Exercise prompt ->
Go to the line below containing "def chevron(dark: bool)" and print exactly from there through the line containing "mark: a valley", both included. Print nothing else.

Stored data entries:
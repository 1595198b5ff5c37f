"""Draws the window into a picture file: ``python -m gui.picture OUT.png [FILE] [--size WxH]``."""

from __future__ import annotations

import argparse
import os
import sys
import tempfile
from collections.abc import Sequence
from pathlib import Path
from time import monotonic

WAIT = 30.0
"""Seconds to wait for the answer and the plot."""


def main(argv: Sequence[str] | None = None) -> int:
    """Write the picture; returns the exit code."""
    parser = argparse.ArgumentParser(prog="python -m gui.picture", description=__doc__)
    parser.add_argument("out", type=Path)
    parser.add_argument("file", type=Path, nargs="?")
    parser.add_argument("--size", default="1440x900", help="width x height in pixels")
    parser.add_argument("--dark", action="store_true", help="in the dark theme")
    parser.add_argument("--tab", default="Composition", help="the view of the end state")
    options = parser.parse_args(argv)
    os.environ.setdefault("QT_QPA_PLATFORM", "offscreen")
    from gui.screen import missing_libraries

    missing = missing_libraries(False)
    if missing:
        print(missing, file=sys.stderr)
        return 2
    width, _, height = options.size.partition("x")
    return draw(
        options.out,
        options.file,
        (int(width), int(height)),
        "dark" if options.dark else "light",
        options.tab,
    )


def draw(out: Path, file: Path | None, size: tuple[int, int], theme: str, tab: str) -> int:
    """Open `file` in a window of `size`, wait until all is settled, and save what it shows."""
    from PySide6.QtCore import QEventLoop, QSettings
    from PySide6.QtWidgets import QApplication

    from gui.application import make
    from gui.preferences import Preferences

    with tempfile.TemporaryDirectory() as folder:
        settings = QSettings(str(Path(folder) / "settings.ini"), QSettings.Format.IniFormat)
        app, window = make(["thalweg"], Preferences(settings), theme=theme)
        window.files.ask_recover = lambda parent, leftover: "later"  # nobody is there to answer
        window.resize(*size)
        window.show()
        if file is not None and not window.files.read(file):
            print(window.session.messages.record[-1].text, file=sys.stderr)
            window.shut()
            return 2
        window.ends_up.show_tab(tab)
        until = monotonic() + WAIT
        while monotonic() < until:
            QApplication.processEvents(QEventLoop.ProcessEventsFlag.AllEvents, 50)
            loaded = window.what_if.plot is not None
            if loaded and window.is_idle():
                break
        window.resize(*size)
        window.setFocus()
        for _ in range(5):
            QApplication.processEvents()
        written = window.grab().save(str(out))
        window.shut()
        window.theme.close()
        app.processEvents()
    if not written:
        print(f"{out} could not be written.", file=sys.stderr)
        return 2
    return 0


if __name__ == "__main__":
    raise SystemExit(main())
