"""The open project, its undo stack and its live answer: what every panel reads and edits."""

from __future__ import annotations

from collections.abc import Callable
from dataclasses import dataclass
from pathlib import Path
from typing import TYPE_CHECKING

from PySide6.QtCore import QObject, QTimer, Signal
from PySide6.QtGui import QUndoStack

from gui.colours import SpeciesColours
from gui.document import Document, ReplaceDocument, physics
from gui.jobs import Channel
from gui.messages import Messages
from solver.project.model import Case, Project

if TYPE_CHECKING:
    from solver.project.case import CaseAnswer

Settle = Callable[[Case], "CaseAnswer"]

THROTTLE = 15
"""Milliseconds that keystrokes are gathered before settling starts."""
_REMEMBERED = 12


@dataclass(frozen=True, slots=True)
class Fault:
    """A sentence that belongs to a field (a path such as "streams[0].T")."""

    field: str
    text: str


@dataclass(frozen=True, slots=True)
class Answer:
    """What is known of the current case.

    `state` is 'settled' (value belongs to what is typed), 'settling' or 'faulty'; in the last
    two `value` is the last good answer, if there was one, and must not be shown as new.
    """

    state: str
    value: CaseAnswer | None = None
    faults: tuple[Fault, ...] = ()


def settle_case(case: Case) -> CaseAnswer:
    """Settle with the real solver, loaded on first use."""
    from solver.project.case import settle_case as settle

    return settle(case)


class Session(QObject):
    """Holds the document; panels read it, send it edits and listen to its signals."""

    document_changed = Signal()
    answer_changed = Signal()
    file_changed = Signal()
    """Another file, or its modified mark."""
    slow = Signal(bool)

    def __init__(self, settle: Settle = settle_case, parent: QObject | None = None) -> None:
        super().__init__(parent)
        self._settle = settle
        self.messages = Messages(self)
        self.colours = SpeciesColours()
        self.undo_stack = QUndoStack(self)
        self.undo_stack.cleanChanged.connect(lambda _: self.file_changed.emit())
        self.path: Path | None = None
        self.document = Document(Project())
        self.answer = Answer("settling")
        self._good: list[tuple[Case, CaseAnswer]] = []
        self._visits = 0
        self._closed = False
        self._channel = Channel(self)
        self._channel.finished.connect(self._settled)
        self._channel.failed.connect(self._failed)
        self._channel.slow.connect(self.slow)
        self._throttle = QTimer(self, singleShot=True, interval=THROTTLE)
        self._throttle.timeout.connect(self._submit)
        self._asked: Case | None = None

    # -- reading

    @property
    def project(self) -> Project:
        """The project as it stands."""
        return self.document.project

    @property
    def case(self) -> Case:
        """The case that is looked at."""
        return self.document.case

    @property
    def modified(self) -> bool:
        """Whether there is something a file does not hold."""
        return not self.undo_stack.isClean()

    def faults_at(self, field: str) -> tuple[Fault, ...]:
        """The faults of a field and of everything inside it."""
        return tuple(
            f
            for f in self.answer.faults
            if f.field == field or f.field.startswith((field + ".", field + "["))
        )

    # -- editing

    def edit_case(self, case: Case, label: str, field: str | None = None) -> None:
        """Put an edited case in place; `field` merges the typing of one visit to it."""
        self.edit(self.document.with_case(case), label, field)

    def edit(self, new: Document, label: str, field: str | None = None) -> None:
        """Put an edited document in place, undoably."""
        if new == self.document:
            return
        if new.project == self.project:
            self.look_at(new.index)
            return
        visit = None if field is None else f"{new.index}/{field}/{self._visits}"
        self.undo_stack.push(ReplaceDocument(self.document, new, label, self._show, visit))

    def end_visit(self) -> None:
        """What is typed from now on is another undo step."""
        self._visits += 1

    def look_at(self, index: int) -> None:
        """Look at another case; no edit of the project."""
        if index != self.document.index:
            self._show(Document(self.project, index))

    def open_document(self, project: Project, path: Path | None) -> None:
        """Start anew with a project as it was read."""
        self.undo_stack.clear()
        self.colours.clear()
        self._good.clear()
        self.path = path
        self._show(Document(project))
        self.undo_stack.setClean()
        self.file_changed.emit()

    def saved_as(self, path: Path) -> None:
        """The project now stands in `path`."""
        self.path = path
        self.undo_stack.setClean()
        self.file_changed.emit()

    def close(self) -> None:
        """Stop settling; waits for the worker."""
        if self._closed:
            return
        self._closed = True
        # A dying stack tells of its state once more, to listeners that are no longer whole.
        self.undo_stack.blockSignals(True)
        self._throttle.stop()
        self._channel.close()

    def is_idle(self) -> bool:
        """Whether the answer is as new as it will get."""
        return not self._throttle.isActive() and self._channel.is_idle()

    def cancel(self) -> None:
        """Give up on settling the case as it stands; an edit starts it again."""
        self._throttle.stop()
        self._channel.cancel()
        fault = Fault("", "Settling was stopped. Any edit starts it again.")
        self._answer(Answer("faulty", self.answer.value, (fault,)))

    # -- settling

    def _show(self, document: Document) -> None:
        earlier = self.document
        self.document = document
        if document.index == earlier.index and document.project is earlier.project:
            return
        ask = physics(document.case) != self._asked
        if ask and (document.index != earlier.index or not self._good):
            # The last good answer is one of another case: nothing to show, not even greyed.
            self.answer = Answer("settling")
        # Panels see the new document first and the state of its answer after it.
        self.document_changed.emit()
        if ask:
            self._ask()

    def _ask(self) -> None:
        case = physics(self.case)
        self._asked = case
        known = next((a for c, a in reversed(self._good) if c == case), None)
        if known is not None:
            self._channel.cancel()
            self._throttle.stop()
            self._answer(Answer("settled", known))
            return
        self._answer(Answer("settling", self.answer.value, self.answer.faults))
        self._throttle.start()

    def _submit(self) -> None:
        case, settle = physics(self.case), self._settle
        self._channel.submit(case, lambda progress, should_stop: settle(case))

    def _settled(self, case: Case, value: CaseAnswer) -> None:
        if case != physics(self.case):
            return
        self._good = [*self._good[-_REMEMBERED:], (case, value)]
        self._answer(Answer("settled", value))

    def _failed(self, case: Case, error: Exception) -> None:
        if case != physics(self.case):
            return
        self._answer(Answer("faulty", self.answer.value, self._faults(error)))

    def _faults(self, error: Exception) -> tuple[Fault, ...]:
        from solver.errors import SettleError

        several = getattr(error, "faults", None)
        if several:
            return tuple(Fault(f.field or "", str(f)) for f in several)
        if isinstance(error, SettleError):
            return (Fault(error.field or "", str(error)),)
        self.messages.unexpected(error)
        return (Fault("", "The program failed on this input; its report can be copied."),)

    def _answer(self, answer: Answer) -> None:
        self.answer = answer
        self.answer_changed.emit()
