"""The program's own drawings."""

from __future__ import annotations

from pathlib import Path

from PySide6.QtCore import QByteArray, QSize, Qt
from PySide6.QtGui import QIcon, QPainter, QPixmap
from PySide6.QtSvg import QSvgRenderer

_HERE = Path(__file__).parent


def chevron(dark: bool) -> str:
    """Path of the small downward arrow, as a style sheet wants it."""
    return (_HERE / f"chevron-{'dark' if dark else 'light'}.svg").as_posix()


def valley(colour: str, size: int) -> QPixmap:
    """The mark: a valley curve with one dot at its lowest point, `size` pixels square."""
    svg = (_HERE / "icon.svg").read_text(encoding="utf-8").replace("#0B6E75", colour)
    ratio = 2
    picture = QPixmap(QSize(size, size) * ratio)
    picture.fill(Qt.GlobalColor.transparent)
    painter = QPainter(picture)
    QSvgRenderer(QByteArray(svg.encode())).render(painter)
    painter.end()
    picture.setDevicePixelRatio(ratio)
    return picture


def program_icon() -> QIcon:
    """The window's icon."""
    return QIcon(str(_HERE / "icon.svg"))
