"""Keeps what is not saved in a file of its own, and finds it again after a crash.

A project with a file is kept beside it (``NAME.thalweg.recovery``), one without in the
program's own folder. While a window is open its file is locked, so that another window does
not take it for a leftover; the lock of a process that is gone counts for nothing.
"""

from __future__ import annotations

import contextlib
import os
from collections.abc import Callable
from dataclasses import dataclass
from datetime import datetime
from pathlib import Path

from PySide6.QtCore import QLockFile, QObject, QTimer

from gui.document import Document
from gui.preferences import Preferences
from gui.session import Session
from solver.errors import SettleError
from solver.project.model import Project

SUFFIX = ".recovery"
PAUSE = 2000
"""Milliseconds after an edit until it is kept."""


@dataclass(frozen=True, slots=True)
class Leftover:
    """Changes that were not saved: where they are, and the file they belong to."""

    file: Path
    original: Path | None
    kept: datetime

    @property
    def name(self) -> str:
        """What to call the project."""
        return self.original.name if self.original else "a project without a file"


class Recovery(QObject):
    """Follows the session; a file exists exactly while there is something unsaved."""

    def __init__(self, session: Session, preferences: Preferences) -> None:
        super().__init__(session)
        self._session = session
        self._preferences = preferences
        self._file: Path | None = None
        self._lock: QLockFile | None = None
        self._kept: Project | None = None
        self._said = False
        self._timer = QTimer(self, singleShot=True, interval=PAUSE)
        self._timer.timeout.connect(self.keep)
        session.document_changed.connect(self._follow)
        session.file_changed.connect(self._follow)

    # -- keeping

    def _follow(self) -> None:
        if self._file is not None and self._file != self._place():
            self.forget()  # another project was opened, or this one was saved under a name
        if not self._session.modified:
            self.forget()
        elif not self._timer.isActive() and self._session.project != self._kept:
            self._timer.start()

    def keep(self) -> None:
        """Write what is not saved now."""
        self._timer.stop()
        if not self._session.modified or self._session.project == self._kept:
            return
        from solver.project.file import write

        file = self._place()
        try:
            file.parent.mkdir(parents=True, exist_ok=True)
            if not self._claim(file):
                return
            write(self._session.project, file)
        except (SettleError, OSError) as error:
            if not self._said:
                self._said = True
                self._session.messages.warning(
                    f"Unsaved changes cannot be kept at {file.parent}: {error} Save now and then."
                )
            return
        self._file, self._kept = file, self._session.project
        self._preferences.remember_recovery(file)

    def _claim(self, file: Path) -> bool:
        if self._lock is not None and self._file == file:
            return True
        lock = _lock(file)
        if not lock.tryLock(0):
            return False  # another window has this project open, and keeps its own changes
        self._lock = lock
        return True

    def _place(self) -> Path:
        path = self._session.path
        if path is not None:
            return path.with_name(path.name + SUFFIX)
        folder = self._preferences.data_folder
        return folder / f"unnamed-{os.getpid()}-{id(self):x}.thalweg{SUFFIX}"

    def forget(self) -> None:
        """Remove the file: all is saved, or given up."""
        self._timer.stop()
        self._kept = None
        if self._file is not None:
            _remove(self._file)
            self._preferences.forget_recovery(self._file)
            self._file = None
        if self._lock is not None:
            self._lock.unlock()
            self._lock = None

    # -- finding again

    def leftovers(self) -> list[Leftover]:
        """What earlier runs left behind, the newest first."""
        files = {*self._preferences.recoveries(), *_unnamed(self._preferences.data_folder)}
        found = [_leftover(file) for file in files if file != self._file]
        return sorted((x for x in found if x is not None), key=lambda x: x.kept, reverse=True)

    def beside(self, path: Path) -> Leftover | None:
        """What was left behind for the project at `path`."""
        file = path.with_name(path.name + SUFFIX)
        return None if file == self._file else _leftover(file)

    def offer(self, leftover: Leftover, ask: Callable[[Leftover], str]) -> bool:
        """Ask what to do with it: 'take', 'discard', or anything else for later.

        Returns whether it was taken. The changes then are an edit that can be undone.
        """
        from solver.project.file import read

        answer = ask(leftover)
        if answer == "discard":
            self._drop(leftover)
        if answer != "take":
            return False
        session = self._session
        try:
            project = read(leftover.file)
        except SettleError as error:
            session.messages.warning(f"The unsaved changes could not be read: {error}")
            return False
        if session.path != leftover.original or leftover.original is None:
            _open_original(session, leftover.original)
        session.edit(Document(project), "take unsaved changes back")
        self.keep()
        if self._file != leftover.file:
            self._drop(leftover)
        return True

    def _drop(self, leftover: Leftover) -> None:
        _remove(leftover.file)
        self._preferences.forget_recovery(leftover.file)


def _open_original(session: Session, original: Path | None) -> None:
    from gui.edits import blank_project
    from solver.project.file import read

    if original is not None:
        with contextlib.suppress(SettleError):
            session.open_document(read(original), original)
            return
    session.open_document(blank_project(), None)


def _leftover(file: Path) -> Leftover | None:
    """The file as a leftover, unless it is gone or belongs to a window that is open."""
    try:
        kept = datetime.fromtimestamp(file.stat().st_mtime)
    except OSError:
        return None
    lock = _lock(file)
    if not lock.tryLock(0):
        return None
    lock.unlock()
    unnamed = file.name.startswith("unnamed-")
    return Leftover(file, None if unnamed else file.with_name(file.name.removesuffix(SUFFIX)), kept)


def _unnamed(folder: Path) -> list[Path]:
    return list(folder.glob(f"unnamed-*{SUFFIX}")) if folder.is_dir() else []


def _lock(file: Path) -> QLockFile:
    lock = QLockFile(str(file.with_name(file.name + ".lock")))
    lock.setStaleLockTime(0)  # stale only when its process is gone, however long it runs
    return lock


def _remove(file: Path) -> None:
    with contextlib.suppress(OSError):
        file.unlink()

Exercise solution ->
def chevron(dark: bool) -> str:
    """Path of the small downward arrow, as a style sheet wants it."""
    return (_HERE / f"chevron-{'dark' if dark else 'light'}.svg").as_posix()


def valley(colour: str, size: int) -> QPixmap:
    """The mark: a valley curve with one dot at its lowest point, `size` pixels square."""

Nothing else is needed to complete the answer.